Page:Confederate Military History - 1899 - Volume 1.djvu/365

From Wikisource
Jump to navigation Jump to search
This page has been proofread, but needs to be validated.
CONFEDERATE MILITARY HISTORY.
327

turned a full report on the following week. The work on the several forts was increased through the energies of Captain Foster and Major Robert Anderson. Major Anderson, under instructions from Secretary Floyd, reported the improved condition of the forts, made further suggestions as to the best means of making any attack from Charleston futile, and said significantly, " There is not so much feverish excitement as there was last week, but that there is a settled determination to leave the Union and to obtain possession of this work (Fort Moultrie) is apparent to all. . . I do, therefore, most earnestly entreat that a reinforcement be immediately sent to this garrison, and that at least two companies be sent at the same time to Fort Sumter and Castle Pinckney half a company under a judicious commander sufficing, I think, for the latter work. I feel the full responsibility of making the above suggestions, because I firmly believe that as soon as the people of South Carolina learn that I have demanded reinforcements and that they have been ordered, they will occupy Castle Pinckney and attack this fort. It is, therefore, of vital importance that the troops embarked, say in war steamers, shall be designated for other duty. " (Records, I, 75.)

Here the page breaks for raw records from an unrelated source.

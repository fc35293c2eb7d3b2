//! The priority valve in section, at true proportions and at a given travel.
//!
//! The head end is on the left, the spring on the right; the spool moves right as it opens the
//! excess land. Faces that are cut are hatched, housing and spool in opposite directions; what
//! lies behind the section plane is dashed. Which dimensions are true and which only hold them
//! together is said in `proportions.rs`: in short, everything that the valve's record gives, but
//! not wall thicknesses, core widths and the number of coils. Volumes are not to scale, and neither
//! is the clearance, which would be too thin to see.

mod hatch;
mod housing;
mod notes;
mod proportions;
mod sheet;
mod spool;
#[cfg(test)]
mod tests;
mod travel_scale;

use helmsplit_model::{Circuit, Quantity};

use crate::diagram::{DrawingOptions, Notes, value_text};
use crate::moment::Moment;
use crate::ramp::PressureScale;
use crate::scale_bar::scale_bar;
use crate::scene::{Part, Scene};
use proportions::Proportions;
use sheet::Sheet;

/// From the lower row of notes down to the travel scale, px.
const TO_TRAVEL: f64 = 64.0;

/// From the travel scale down to the pressure scale, px.
const TO_PRESSURE: f64 = 76.0;

/// Left ends of both scales, as a share of the length of the section, and at least this far from
/// its left end, px: their names stand there.
const SCALES_X: (f64, f64) = (0.225, 112.0);

/// No section is shorter, px.
const SHORTEST: f64 = 120.0;

/// The valve of a circuit in section, with the spool at `travel` (m), or at that of the moment, or
/// sprung shut. With a moment, the oil is shaded by pressure on the scale of the whole circuit.
///
/// Part ids begin with `valve.`; the scale is `pressure_scale`.
///
/// # Examples
/// ```
/// use helmsplit_scenario::presets::Preset;
/// use helmsplit_view::diagram::DrawingOptions;
/// use helmsplit_view::valve_scene;
///
/// let preset = Preset::from_key("orchard_carrier").unwrap();
/// let circuit = preset.scenario().unwrap().circuit().unwrap();
/// let scene = valve_scene(&circuit, None, Some(0.0023), DrawingOptions::default());
/// assert!(scene.description.contains("2.30 mm"));
/// ```
#[must_use]
pub fn valve_scene(
    circuit: &Circuit,
    moment: Option<&Moment>,
    travel: Option<f64>,
    options: DrawingOptions,
) -> Scene {
    let valve = &circuit.parts().valve;
    let travel = travel.or(moment.map(Moment::travel)).unwrap_or(0.0);
    let scale = PressureScale::of(circuit.parts());
    let length = options.section_length.max(SHORTEST);
    let shape = Proportions::of(valve);
    let sheet = Sheet::new(shape, travel * 1000.0, moment, (scale, length));
    let mut parts: Vec<Part> = Vec::new();
    sheet.body(&mut parts);
    sheet.moving(&mut parts);
    let x = (SCALES_X.0 * length).max(SCALES_X.1);
    let mut foot = sheet.at(0.0, -sheet.half_height).1;
    if options.notes != Notes::None {
        foot = sheet.notes(&mut parts, valve, options) + TO_TRAVEL;
        parts.push(sheet.travel_scale((x, foot), options));
    }
    if let (Some(moment), true) = (moment, options.scale_bar) {
        let at = (x, foot + TO_PRESSURE);
        parts.push(scale_bar(at, scale, options.units, moment.time));
    }
    let description = described(&sheet, options);
    Scene::new("Priority valve in section".to_owned(), description, parts)
}

fn described(sheet: &Sheet<'_>, options: DrawingOptions) -> String {
    let length = |mm: f64| value_text(mm / 1000.0, Quantity::Length, options.units);
    let gap = sheet.shape.land_gap(sheet.travel);
    let land = if gap > 0.0 {
        format!("is open by {}", length(gap))
    } else {
        format!("is shut, overlapping by {}", length(-gap))
    };
    format!(
        "Section along the spool: head end left, spring right. The spool stands at {} of {}; the \
         excess land {land}.",
        length(sheet.travel),
        length(sheet.shape.stroke)
    )
}
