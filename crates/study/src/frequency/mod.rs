//! Frequency response of an equilibrium: how a small steady vibration at one place shows at
//! another, and where the ripple of the pump falls.

mod excitation;
mod outputs;
mod response;
mod ripple;

pub use excitation::Excitation;
pub use response::{FrequencyResponse, frequency_response, spread_frequencies};
pub use ripple::{LIGHT, RippleBand, RippleClearance, ripple_bands, ripple_clearance};

pub(crate) use ripple::{clearance, strokes};
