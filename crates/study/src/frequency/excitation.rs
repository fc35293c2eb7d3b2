//! What shakes the circuit.

use helmsplit_model::{ExcessSide, Input, Inputs, Quantity, SteeringSide};
use serde::Serialize;

use crate::equilibrium::Equilibrium;
use crate::error::StudyError;
use crate::operating::PointError;

/// What shakes the circuit.
#[derive(Debug, Clone, Copy, PartialEq, Eq, Hash, Serialize)]
#[serde(rename_all = "kebab-case")]
pub enum Excitation {
    /// Flow added to the pump's, m3/s: its ripple.
    PumpFlow,
    /// Load of the steering: pressure behind the bench throttle (Pa), force on the cylinder (N),
    /// or command of the priority motor.
    SteeringLoad,
    /// Engine speed, rad/s.
    EngineSpeed,
    /// Load of the excess side: pressure behind the bench throttle (Pa), or command of any other
    /// consumer.
    ExcessLoad,
}

impl Excitation {
    /// Every one.
    pub const ALL: [Self; 4] = [
        Self::PumpFlow,
        Self::SteeringLoad,
        Self::EngineSpeed,
        Self::ExcessLoad,
    ];

    /// Its name on the command line.
    #[must_use]
    pub fn name(self) -> &'static str {
        match self {
            Self::PumpFlow => "pump-flow",
            Self::SteeringLoad => "steering-load",
            Self::EngineSpeed => "engine-speed",
            Self::ExcessLoad => "excess-load",
        }
    }

    /// What a person calls it.
    #[must_use]
    pub fn label(self) -> &'static str {
        match self {
            Self::PumpFlow => "Pump flow",
            Self::SteeringLoad => "Steering load",
            Self::EngineSpeed => "Engine speed",
            Self::ExcessLoad => "Excess load",
        }
    }

    /// The input of the circuit that it is; `None` for the pump's flow, which is no input.
    ///
    /// # Errors
    /// [`StudyError::Point`] where the circuit has no such load.
    pub(super) fn input(self, equilibrium: &Equilibrium) -> Result<Option<Input>, StudyError> {
        let parts = equilibrium.circuit().parts();
        Ok(match self {
            Self::PumpFlow => None,
            Self::EngineSpeed => Some(Input::EngineSpeed),
            Self::SteeringLoad => Some(match parts.steering {
                SteeringSide::Bench(_) => Input::BenchPressure,
                SteeringSide::Unit(_) => Input::ExternalForce,
                SteeringSide::Motor(_) => Input::PriorityCommand,
            }),
            Self::ExcessLoad => Some(match parts.excess {
                ExcessSide::Bench { .. } => Input::ExcessPressure,
                ExcessSide::Tank { .. } | ExcessSide::Motor(_) | ExcessSide::Lift(_) => {
                    Input::ExcessCommand
                }
                ExcessSide::Blocked => {
                    return Err(PointError::NoSuchVariable {
                        variable: self.name().to_owned(),
                        reason: "the excess port is blocked",
                    }
                    .into());
                }
            }),
        })
    }

    /// Kind of quantity that it is in this circuit.
    ///
    /// # Errors
    /// [`StudyError::Point`] where the circuit has no such load.
    pub fn quantity(self, equilibrium: &Equilibrium) -> Result<Quantity, StudyError> {
        Ok(match self.input(equilibrium)? {
            None => Quantity::Flow,
            Some(Input::EngineSpeed | Input::WheelRate) => Quantity::AngularVelocity,
            Some(Input::ExternalForce) => Quantity::Force,
            Some(Input::BenchArea) => Quantity::Area,
            Some(Input::BenchPressure | Input::ExcessPressure) => Quantity::Pressure,
            Some(Input::ExcessCommand | Input::PriorityCommand) => Quantity::Ratio,
        })
    }
}

/// Inputs a little below and a little above, and the distance between them. Commands stay within
/// their range, beyond which nothing changes.
pub(super) fn around(inputs: &Inputs, input: Input) -> (Inputs, Inputs, f64) {
    let (step, low, high) = match input {
        Input::EngineSpeed | Input::WheelRate => (1e-4, f64::NEG_INFINITY, f64::INFINITY),
        Input::ExternalForce => (1e-1, f64::NEG_INFINITY, f64::INFINITY),
        Input::BenchArea => (1e-11, 0.0, f64::INFINITY),
        Input::BenchPressure | Input::ExcessPressure => (1.0, f64::NEG_INFINITY, f64::INFINITY),
        Input::ExcessCommand => (1e-6, -1.0, 1.0),
        Input::PriorityCommand => (1e-6, 0.0, 1.0),
    };
    let value = inputs.get(input);
    let (below, above) = ((value - step).max(low), (value + step).min(high));
    let (mut under, mut over) = (*inputs, *inputs);
    under.set(input, below);
    over.set(input, above);
    (under, over, above - below)
}
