//! Where everything in the section lies.
//!
//! What the valve's record gives is drawn true: diameter, travel, stroke, overlap, metering edge,
//! priority holes, fixed orifice, damping holes, spring compression, sealing length of the end
//! lands. The rest (core widths, wall thicknesses, coils) follows common practice, no source, and
//! serves only to hold it.

use helmsplit_model::{LandShape, PriorityValve};

/// Millimetres in a metre.
const MM: f64 = 1000.0;

/// Shear modulus of patented cold-drawn spring wire, Pa (EN 10270-1; value from memory).
const SHEAR_MODULUS: f64 = 81.5e9;

/// Fewest and most working coils that are drawn.
const FEWEST_COILS: u32 = 2;
const MOST_COILS: u32 = 9;

/// Share of the room at full travel that the closed coils may fill.
const CLOSED_COILS: f64 = 0.85;

/// A stretch of the axis, mm from the stop of the head end.
pub(super) type Span = (f64, f64);

/// The metering edge as it is drawn.
#[derive(Debug, Clone, Copy, PartialEq)]
pub(super) enum EdgeShape {
    /// A cone: axial length and how far it falls, mm.
    Chamfer { length: f64, drop: f64 },
    /// A plain edge.
    Sharp,
    /// Holes in the sleeve: number, diameter in mm.
    Holes { count: u32, diameter: f64 },
    /// Notches: number, full angle in rad, length in mm.
    Notches { count: u32, angle: f64, length: f64 },
}

/// The spring as it is drawn.
#[derive(Debug, Clone, Copy, PartialEq)]
pub(super) struct SpringShape {
    /// Length without a load, mm.
    pub(super) free_length: f64,
    /// Compression at zero travel, mm: preload over rate.
    pub(super) preload_compression: f64,
    /// Mean radius of the coils, mm.
    pub(super) radius: f64,
    /// Diameter of the wire, mm.
    pub(super) wire: f64,
    /// Working coils.
    pub(super) coils: u32,
}

/// The section at zero travel, mm. Spans of the spool move right by the travel.
#[derive(Debug, Clone, Copy, PartialEq)]
pub(super) struct Proportions {
    /// Radius of the spool.
    pub(super) radius: f64,
    /// Radius of its neck between head land and metering land.
    pub(super) neck_radius: f64,
    /// Radius of its bore.
    pub(super) bore_radius: f64,
    /// Radius of the recess that holds the spring.
    pub(super) recess_radius: f64,
    /// Radius of the cores in the housing.
    pub(super) core_radius: f64,
    pub(super) stroke: f64,
    pub(super) overlap: f64,
    /// Left end of the head chamber.
    pub(super) head_end: f64,
    /// Housing: cores of the three ports.
    pub(super) inlet_core: Span,
    pub(super) excess_core: Span,
    pub(super) priority_core: Span,
    /// Right end of the spring chamber.
    pub(super) spring_end: f64,
    /// Spool: left end of the neck, shoulder of the metering edge, right end.
    pub(super) neck_start: f64,
    pub(super) shoulder: f64,
    pub(super) spool_end: f64,
    pub(super) edge: EdgeShape,
    /// Spool: cross holes in the neck, the wall with the fixed orifice, the disc.
    pub(super) cross_holes: Span,
    pub(super) orifice_wall: Span,
    pub(super) disc: Span,
    /// Spool: priority holes; as long as the travel over which they are throttled.
    pub(super) priority_holes: Span,
    /// Travel where throttling starts and where it ends; `None` if not within the stroke.
    pub(super) throttling: Option<Span>,
    /// Diameters of the restrictions.
    pub(super) fixed_orifice: f64,
    pub(super) head_hole: f64,
    pub(super) disc_hole: f64,
    pub(super) spring: SpringShape,
}

fn diameter_from_area(area: f64) -> f64 {
    (4.0 * area / std::f64::consts::PI).sqrt()
}

fn edge_shape(shape: &LandShape, room: f64) -> EdgeShape {
    match shape {
        LandShape::Chamfer { angle, length } => {
            let whole = length * MM;
            // A steep cone ends at the neck; its angle stays true.
            let drawn = whole.min(room / angle.tan());
            EdgeShape::Chamfer {
                length: drawn,
                drop: drawn * angle.tan(),
            }
        }
        LandShape::Sharp | LandShape::Table(_) => EdgeShape::Sharp,
        LandShape::RoundHoles { count, diameter } => EdgeShape::Holes {
            count: count.round().max(1.0) as u32,
            diameter: diameter * MM,
        },
        LandShape::Notches {
            count,
            angle,
            length,
        } => EdgeShape::Notches {
            count: count.round().max(1.0) as u32,
            angle: *angle,
            length: length * MM,
        },
    }
}

impl EdgeShape {
    /// Whether a hole or notch lies opposite to the one that is cut at the top.
    pub(super) fn is_cut_below(&self) -> bool {
        match *self {
            Self::Holes { count, .. } | Self::Notches { count, .. } => count % 2 == 0,
            Self::Chamfer { .. } | Self::Sharp => true,
        }
    }

    /// How far the edge reaches left of the shoulder, mm.
    pub(super) fn length(&self) -> f64 {
        match *self {
            Self::Chamfer { length, .. } | Self::Notches { length, .. } => length,
            Self::Sharp | Self::Holes { .. } => 0.0,
        }
    }
}

impl Proportions {
    #[allow(clippy::too_many_lines, reason = "one table of places, left to right")]
    pub(super) fn of(valve: &PriorityValve) -> Self {
        let d = valve.diameter * MM;
        let radius = 0.5 * d;
        let fixed_orifice = valve.fixed_orifice.hydraulic_diameter * MM;
        // A large orifice takes a wide bore.
        let bore_radius = (0.42 * radius).max(0.62 * fixed_orifice).min(0.66 * radius);
        let neck_radius = (0.60 * radius).max(bore_radius + 0.12 * radius);
        let edge = edge_shape(&valve.land.shape, 0.85 * (radius - neck_radius));
        let (stroke, overlap) = (valve.stroke * MM, valve.land.overlap * MM);
        let area = valve.end_area();
        let sealing = (MM * valve.clearance_factor / valve.end_conductance).clamp(0.1 * d, d);
        let head_length = (MM * valve.head.volume / area).clamp(0.2 * d, 0.8 * d);
        // Housing, from left to right.
        let bridge = (overlap.max(0.0) + 0.08 * d).max(0.22 * d);
        let inlet_left = sealing + stroke;
        let inlet_width = (stroke + 0.25 * d).max(edge.length() + overlap - bridge + 0.42 * d);
        let inlet_core = (inlet_left, inlet_left + inlet_width);
        let excess_left = inlet_core.1 + bridge;
        let port = diameter_from_area(valve.land.port_area) * MM;
        let mut excess_width = (stroke - overlap + 0.1 * d).max(port.min(0.8 * d));
        if let EdgeShape::Holes { diameter, .. } = edge {
            excess_width = excess_width.max(diameter + 0.1 * d);
        }
        let excess_core = (excess_left, excess_left + excess_width);
        let shoulder = excess_left - overlap;
        // Priority holes: shut while the spool travels by their length.
        let start = (valve.holes_start * MM).min(1.1 * stroke);
        let throttles = valve.holes_start * MM < stroke;
        let length = if throttles {
            ((valve.holes_end - valve.holes_start) * MM).min(0.5 * d)
        } else {
            // Nothing says how long they are: as four round holes.
            (diameter_from_area(0.25 * valve.holes_area) * MM).min(0.4 * d)
        };
        let core_left = excess_core.1 + 0.22 * d;
        let priority_core = (core_left, core_left + start + length + 0.05 * d);
        let holes_right = priority_core.1 - start;
        let spool_end = priority_core.1 + sealing.max(stroke - start + 0.1 * d);
        let disc_left = holes_right + 0.06 * d;
        let disc = (disc_left, disc_left + 0.075 * d);
        let chamber = (MM * valve.spring.volume / area).clamp(stroke + 0.12 * d, stroke + 1.2 * d);
        let spring_end = spool_end + chamber;
        let recess_radius = 0.78 * radius;
        let neck = (inlet_left, shoulder - edge.length());
        let middle = 0.5 * (neck.0 + neck.1);
        let half = (0.13 * d).min(0.3 * (neck.1 - neck.0));
        let wall = shoulder + 0.05 * d;
        let room = spring_end - disc.1;
        Self {
            radius,
            neck_radius,
            bore_radius,
            recess_radius,
            core_radius: radius + 0.30 * d,
            stroke,
            overlap,
            head_end: -head_length,
            inlet_core,
            excess_core,
            priority_core,
            spring_end,
            neck_start: inlet_left,
            shoulder,
            spool_end,
            edge,
            cross_holes: (middle - half, middle + half),
            orifice_wall: (wall, wall + 0.08 * d),
            disc,
            priority_holes: (holes_right - length, holes_right),
            throttling: throttles.then_some((valve.holes_start * MM, valve.holes_end * MM)),
            fixed_orifice: fixed_orifice.min(1.9 * bore_radius),
            head_hole: diameter_from_area(valve.head_hole.area) * MM,
            disc_hole: diameter_from_area(valve.disc_hole.area) * MM,
            spring: spring_shape(valve, recess_radius, room, stroke),
        }
    }

    /// Length of the spring at a travel (mm), mm.
    pub(super) fn spring_length(&self, travel: f64) -> f64 {
        self.spring.free_length - self.spring.preload_compression - travel
    }

    /// Axial gap between shoulder and the edge of the excess core at a travel (mm), mm; negative
    /// while the land overlaps.
    pub(super) fn land_gap(&self, travel: f64) -> f64 {
        self.shoulder + travel - self.excess_core.0
    }
}

/// A steel spring of the valve's rate that fits: rate `G w^4 / (8 D^3 n)`.
///
/// # Source
/// EN 13906-1, cylindrical helical compression springs of round wire.
fn spring_shape(valve: &PriorityValve, recess: f64, room: f64, stroke: f64) -> SpringShape {
    let wire_of = |mean: f64, coils: u32| {
        let term = 8.0 * valve.spring_rate * (mean / MM).powi(3) * f64::from(coils);
        (term / SHEAR_MODULUS).powf(0.25) * MM
    };
    let mut chosen = (FEWEST_COILS, wire_of(1.6 * recess, FEWEST_COILS));
    for coils in FEWEST_COILS..=MOST_COILS {
        let wire = wire_of(1.6 * recess, coils);
        if (f64::from(coils) + 1.5) * wire <= CLOSED_COILS * (room - stroke) {
            chosen = (coils, wire);
        }
    }
    let compression = MM * valve.preload / valve.spring_rate;
    SpringShape {
        free_length: room + compression,
        preload_compression: compression,
        radius: 0.8 * recess,
        wire: chosen.1.min(0.35 * recess),
        coils: chosen.0,
    }
}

Thus early the administration was brought to consider the question of reinforcement as an act of war. Maj. Anderson advised the reinforcement secretly by the strategy of designating in public orders the expedition for other duty, but in reality to relieve and strengthen the forts in Charleston Harbor. Captain Foster advised that " in case the department does not consider it expedient to send troops there should be a corps of employes armed to be effective as soldiers in an emergency. The administration adopted Foster s suggestion at once and took that of Maj. Anderson into the consideration which its gravity demanded. (Records, I, 77.)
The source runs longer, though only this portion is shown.